# [GIVEN RECORDS]
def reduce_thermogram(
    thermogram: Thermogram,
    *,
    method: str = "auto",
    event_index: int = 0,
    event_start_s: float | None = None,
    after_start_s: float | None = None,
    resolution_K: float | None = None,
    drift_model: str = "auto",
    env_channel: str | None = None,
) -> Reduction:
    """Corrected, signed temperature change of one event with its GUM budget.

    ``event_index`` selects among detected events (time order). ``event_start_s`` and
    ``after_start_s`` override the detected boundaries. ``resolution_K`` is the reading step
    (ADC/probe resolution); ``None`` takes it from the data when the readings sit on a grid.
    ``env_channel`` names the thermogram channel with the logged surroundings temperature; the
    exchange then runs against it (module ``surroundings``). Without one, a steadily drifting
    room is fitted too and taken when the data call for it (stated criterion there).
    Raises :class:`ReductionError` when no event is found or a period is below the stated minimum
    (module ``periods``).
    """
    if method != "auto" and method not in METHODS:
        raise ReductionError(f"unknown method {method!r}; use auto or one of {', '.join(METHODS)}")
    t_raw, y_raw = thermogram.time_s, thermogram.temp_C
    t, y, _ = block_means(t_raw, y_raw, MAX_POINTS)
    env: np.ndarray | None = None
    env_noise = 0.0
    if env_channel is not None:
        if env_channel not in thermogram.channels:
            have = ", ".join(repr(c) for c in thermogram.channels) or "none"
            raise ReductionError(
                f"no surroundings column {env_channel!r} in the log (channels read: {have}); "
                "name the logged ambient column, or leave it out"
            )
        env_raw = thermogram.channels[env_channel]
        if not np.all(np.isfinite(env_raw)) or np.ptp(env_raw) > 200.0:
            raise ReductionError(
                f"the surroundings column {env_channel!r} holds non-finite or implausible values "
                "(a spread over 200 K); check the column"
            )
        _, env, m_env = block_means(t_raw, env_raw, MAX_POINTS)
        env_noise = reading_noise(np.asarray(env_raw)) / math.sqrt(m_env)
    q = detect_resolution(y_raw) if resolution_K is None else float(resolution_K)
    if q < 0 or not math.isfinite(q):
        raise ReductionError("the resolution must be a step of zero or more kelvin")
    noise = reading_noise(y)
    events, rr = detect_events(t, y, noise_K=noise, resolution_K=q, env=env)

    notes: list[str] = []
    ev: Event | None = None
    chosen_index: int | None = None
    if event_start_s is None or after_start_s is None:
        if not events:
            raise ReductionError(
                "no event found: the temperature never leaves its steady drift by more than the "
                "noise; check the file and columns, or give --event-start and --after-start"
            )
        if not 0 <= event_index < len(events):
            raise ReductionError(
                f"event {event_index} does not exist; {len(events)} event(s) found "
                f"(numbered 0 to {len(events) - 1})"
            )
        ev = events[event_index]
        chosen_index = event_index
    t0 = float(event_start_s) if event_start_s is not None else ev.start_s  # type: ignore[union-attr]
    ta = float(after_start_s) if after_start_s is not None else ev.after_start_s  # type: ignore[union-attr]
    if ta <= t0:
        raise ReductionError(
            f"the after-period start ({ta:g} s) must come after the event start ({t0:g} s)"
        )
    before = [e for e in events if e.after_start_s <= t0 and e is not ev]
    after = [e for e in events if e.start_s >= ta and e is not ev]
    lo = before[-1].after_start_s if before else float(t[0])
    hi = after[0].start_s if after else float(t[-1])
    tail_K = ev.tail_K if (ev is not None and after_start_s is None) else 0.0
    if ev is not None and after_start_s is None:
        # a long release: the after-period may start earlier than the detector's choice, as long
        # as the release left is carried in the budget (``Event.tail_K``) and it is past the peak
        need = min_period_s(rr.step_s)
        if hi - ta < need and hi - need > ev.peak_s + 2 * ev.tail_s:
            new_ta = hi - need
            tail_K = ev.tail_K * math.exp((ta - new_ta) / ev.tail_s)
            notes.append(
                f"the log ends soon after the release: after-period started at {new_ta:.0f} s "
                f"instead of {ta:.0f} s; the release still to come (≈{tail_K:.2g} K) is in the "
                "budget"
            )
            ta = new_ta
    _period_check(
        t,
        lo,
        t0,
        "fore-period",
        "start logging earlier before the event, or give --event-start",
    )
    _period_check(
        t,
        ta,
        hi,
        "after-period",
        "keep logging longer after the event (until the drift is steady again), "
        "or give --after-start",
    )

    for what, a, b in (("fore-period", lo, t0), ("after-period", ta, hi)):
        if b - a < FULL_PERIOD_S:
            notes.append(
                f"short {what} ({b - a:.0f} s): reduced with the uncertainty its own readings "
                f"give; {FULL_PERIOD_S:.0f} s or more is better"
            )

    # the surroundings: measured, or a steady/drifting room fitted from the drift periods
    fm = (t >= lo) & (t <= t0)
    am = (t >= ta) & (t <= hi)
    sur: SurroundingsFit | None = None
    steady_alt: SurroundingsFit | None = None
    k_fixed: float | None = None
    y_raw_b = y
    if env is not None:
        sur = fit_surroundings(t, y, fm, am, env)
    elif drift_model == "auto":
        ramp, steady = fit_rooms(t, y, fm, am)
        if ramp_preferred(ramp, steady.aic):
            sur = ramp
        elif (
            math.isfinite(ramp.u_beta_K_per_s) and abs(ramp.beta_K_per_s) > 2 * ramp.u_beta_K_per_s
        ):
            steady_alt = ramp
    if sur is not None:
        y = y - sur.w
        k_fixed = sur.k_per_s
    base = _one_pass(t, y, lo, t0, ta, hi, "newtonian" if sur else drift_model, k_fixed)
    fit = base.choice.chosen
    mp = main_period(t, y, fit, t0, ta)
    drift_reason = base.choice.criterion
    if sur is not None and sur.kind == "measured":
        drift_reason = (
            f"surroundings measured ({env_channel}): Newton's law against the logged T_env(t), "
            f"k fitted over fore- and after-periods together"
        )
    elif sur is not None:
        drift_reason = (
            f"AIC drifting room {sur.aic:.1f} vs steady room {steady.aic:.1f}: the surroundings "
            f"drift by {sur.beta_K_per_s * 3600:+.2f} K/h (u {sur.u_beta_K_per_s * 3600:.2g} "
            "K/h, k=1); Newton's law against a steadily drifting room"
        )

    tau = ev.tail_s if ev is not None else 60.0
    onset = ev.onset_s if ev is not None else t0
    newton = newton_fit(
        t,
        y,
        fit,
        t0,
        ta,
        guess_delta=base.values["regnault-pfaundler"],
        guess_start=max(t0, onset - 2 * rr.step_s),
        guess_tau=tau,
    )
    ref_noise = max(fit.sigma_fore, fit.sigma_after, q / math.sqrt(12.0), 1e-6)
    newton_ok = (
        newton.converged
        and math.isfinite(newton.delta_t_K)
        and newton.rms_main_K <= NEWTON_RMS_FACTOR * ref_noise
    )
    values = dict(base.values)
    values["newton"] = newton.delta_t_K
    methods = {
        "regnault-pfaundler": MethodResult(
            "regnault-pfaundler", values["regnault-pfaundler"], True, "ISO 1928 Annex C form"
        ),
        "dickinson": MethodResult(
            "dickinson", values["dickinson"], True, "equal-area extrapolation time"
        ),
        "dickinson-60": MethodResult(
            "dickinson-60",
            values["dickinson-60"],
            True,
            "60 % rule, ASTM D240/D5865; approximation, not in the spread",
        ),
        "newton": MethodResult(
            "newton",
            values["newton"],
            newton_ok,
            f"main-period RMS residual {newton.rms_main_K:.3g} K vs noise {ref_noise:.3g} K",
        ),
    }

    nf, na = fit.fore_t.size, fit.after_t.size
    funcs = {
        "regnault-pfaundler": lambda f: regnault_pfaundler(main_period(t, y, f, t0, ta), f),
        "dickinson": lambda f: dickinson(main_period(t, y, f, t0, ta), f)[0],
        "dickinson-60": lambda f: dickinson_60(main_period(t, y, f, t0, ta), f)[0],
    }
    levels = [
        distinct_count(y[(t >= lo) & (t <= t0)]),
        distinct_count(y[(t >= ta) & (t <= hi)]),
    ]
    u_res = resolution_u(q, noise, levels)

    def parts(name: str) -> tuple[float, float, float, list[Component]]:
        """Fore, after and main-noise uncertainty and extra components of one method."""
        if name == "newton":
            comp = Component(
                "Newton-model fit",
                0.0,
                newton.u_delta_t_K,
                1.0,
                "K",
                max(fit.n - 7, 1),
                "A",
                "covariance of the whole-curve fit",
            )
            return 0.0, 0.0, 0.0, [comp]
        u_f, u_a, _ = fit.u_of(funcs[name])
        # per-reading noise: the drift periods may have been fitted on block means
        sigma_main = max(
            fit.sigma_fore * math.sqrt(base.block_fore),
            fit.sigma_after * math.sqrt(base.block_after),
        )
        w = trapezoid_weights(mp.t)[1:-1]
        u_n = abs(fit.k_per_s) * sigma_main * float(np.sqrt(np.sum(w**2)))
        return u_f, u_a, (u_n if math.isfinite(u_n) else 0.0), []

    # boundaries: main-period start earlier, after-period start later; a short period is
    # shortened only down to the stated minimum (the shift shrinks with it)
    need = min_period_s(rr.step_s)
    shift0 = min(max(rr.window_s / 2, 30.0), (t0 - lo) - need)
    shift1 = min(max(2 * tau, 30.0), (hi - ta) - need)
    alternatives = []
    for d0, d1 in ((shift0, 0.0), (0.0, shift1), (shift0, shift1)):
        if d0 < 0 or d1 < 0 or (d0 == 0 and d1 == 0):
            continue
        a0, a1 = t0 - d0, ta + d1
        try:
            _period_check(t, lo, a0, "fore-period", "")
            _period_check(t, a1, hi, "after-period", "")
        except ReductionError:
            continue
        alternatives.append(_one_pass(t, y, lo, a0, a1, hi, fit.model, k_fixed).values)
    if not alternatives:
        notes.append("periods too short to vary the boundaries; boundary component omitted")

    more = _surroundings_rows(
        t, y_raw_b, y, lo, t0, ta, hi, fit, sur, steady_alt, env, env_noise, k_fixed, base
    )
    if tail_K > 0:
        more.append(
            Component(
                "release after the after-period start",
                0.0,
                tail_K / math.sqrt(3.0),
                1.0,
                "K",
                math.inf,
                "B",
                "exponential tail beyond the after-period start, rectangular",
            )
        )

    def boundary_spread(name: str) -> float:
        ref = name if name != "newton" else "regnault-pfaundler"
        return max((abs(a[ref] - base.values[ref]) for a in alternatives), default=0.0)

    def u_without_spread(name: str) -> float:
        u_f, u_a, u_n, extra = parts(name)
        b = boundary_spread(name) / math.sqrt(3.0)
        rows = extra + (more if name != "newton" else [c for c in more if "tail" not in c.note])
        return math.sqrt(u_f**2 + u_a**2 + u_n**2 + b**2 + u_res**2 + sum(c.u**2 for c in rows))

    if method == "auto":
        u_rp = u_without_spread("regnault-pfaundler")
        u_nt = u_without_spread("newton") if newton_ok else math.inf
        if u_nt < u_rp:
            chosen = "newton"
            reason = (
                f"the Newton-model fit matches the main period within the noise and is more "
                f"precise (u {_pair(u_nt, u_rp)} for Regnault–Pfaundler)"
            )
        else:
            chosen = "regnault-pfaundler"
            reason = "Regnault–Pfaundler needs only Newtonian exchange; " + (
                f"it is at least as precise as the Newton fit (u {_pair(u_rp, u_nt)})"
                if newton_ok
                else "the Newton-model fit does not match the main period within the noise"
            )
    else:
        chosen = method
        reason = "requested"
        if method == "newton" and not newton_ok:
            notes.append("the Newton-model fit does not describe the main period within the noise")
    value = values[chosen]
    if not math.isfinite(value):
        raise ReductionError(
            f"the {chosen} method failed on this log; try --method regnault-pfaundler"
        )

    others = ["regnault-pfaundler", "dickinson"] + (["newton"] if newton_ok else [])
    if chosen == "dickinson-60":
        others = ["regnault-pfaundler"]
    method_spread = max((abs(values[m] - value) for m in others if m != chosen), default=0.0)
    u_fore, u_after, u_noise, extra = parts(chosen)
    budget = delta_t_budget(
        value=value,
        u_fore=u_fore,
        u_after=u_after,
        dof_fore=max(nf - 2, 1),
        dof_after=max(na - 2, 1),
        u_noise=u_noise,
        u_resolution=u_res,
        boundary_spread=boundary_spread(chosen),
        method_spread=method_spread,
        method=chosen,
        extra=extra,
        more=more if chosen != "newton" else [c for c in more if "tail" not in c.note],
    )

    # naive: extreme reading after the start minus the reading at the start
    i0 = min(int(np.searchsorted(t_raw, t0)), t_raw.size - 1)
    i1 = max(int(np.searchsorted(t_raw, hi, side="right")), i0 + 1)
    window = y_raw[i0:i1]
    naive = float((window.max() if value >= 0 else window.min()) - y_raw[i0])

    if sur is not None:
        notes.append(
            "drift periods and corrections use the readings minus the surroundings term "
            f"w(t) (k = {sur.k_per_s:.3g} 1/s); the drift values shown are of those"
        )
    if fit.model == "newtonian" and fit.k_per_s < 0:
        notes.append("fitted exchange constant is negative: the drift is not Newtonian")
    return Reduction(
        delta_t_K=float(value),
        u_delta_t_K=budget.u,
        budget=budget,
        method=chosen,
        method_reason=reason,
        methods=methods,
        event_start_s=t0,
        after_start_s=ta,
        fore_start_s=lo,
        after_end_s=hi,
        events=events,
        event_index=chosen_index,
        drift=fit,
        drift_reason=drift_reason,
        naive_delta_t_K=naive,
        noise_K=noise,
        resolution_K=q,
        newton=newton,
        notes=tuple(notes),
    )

# [EXERCISE DETAILS]
From the first line of the entries above to the line with "exchange then runs", please return every line exactly, keeping both ends.

# [REPLY TO THE TASK]
def reduce_thermogram(
    thermogram: Thermogram,
    *,
    method: str = "auto",
    event_index: int = 0,
    event_start_s: float | None = None,
    after_start_s: float | None = None,
    resolution_K: float | None = None,
    drift_model: str = "auto",
    env_channel: str | None = None,
) -> Reduction:
    """Corrected, signed temperature change of one event with its GUM budget.

    ``event_index`` selects among detected events (time order). ``event_start_s`` and
    ``after_start_s`` override the detected boundaries. ``resolution_K`` is the reading step
    (ADC/probe resolution); ``None`` takes it from the data when the readings sit on a grid.
    ``env_channel`` names the thermogram channel with the logged surroundings temperature; the
    exchange then runs against it (module ``surroundings``). Without one, a steadily drifting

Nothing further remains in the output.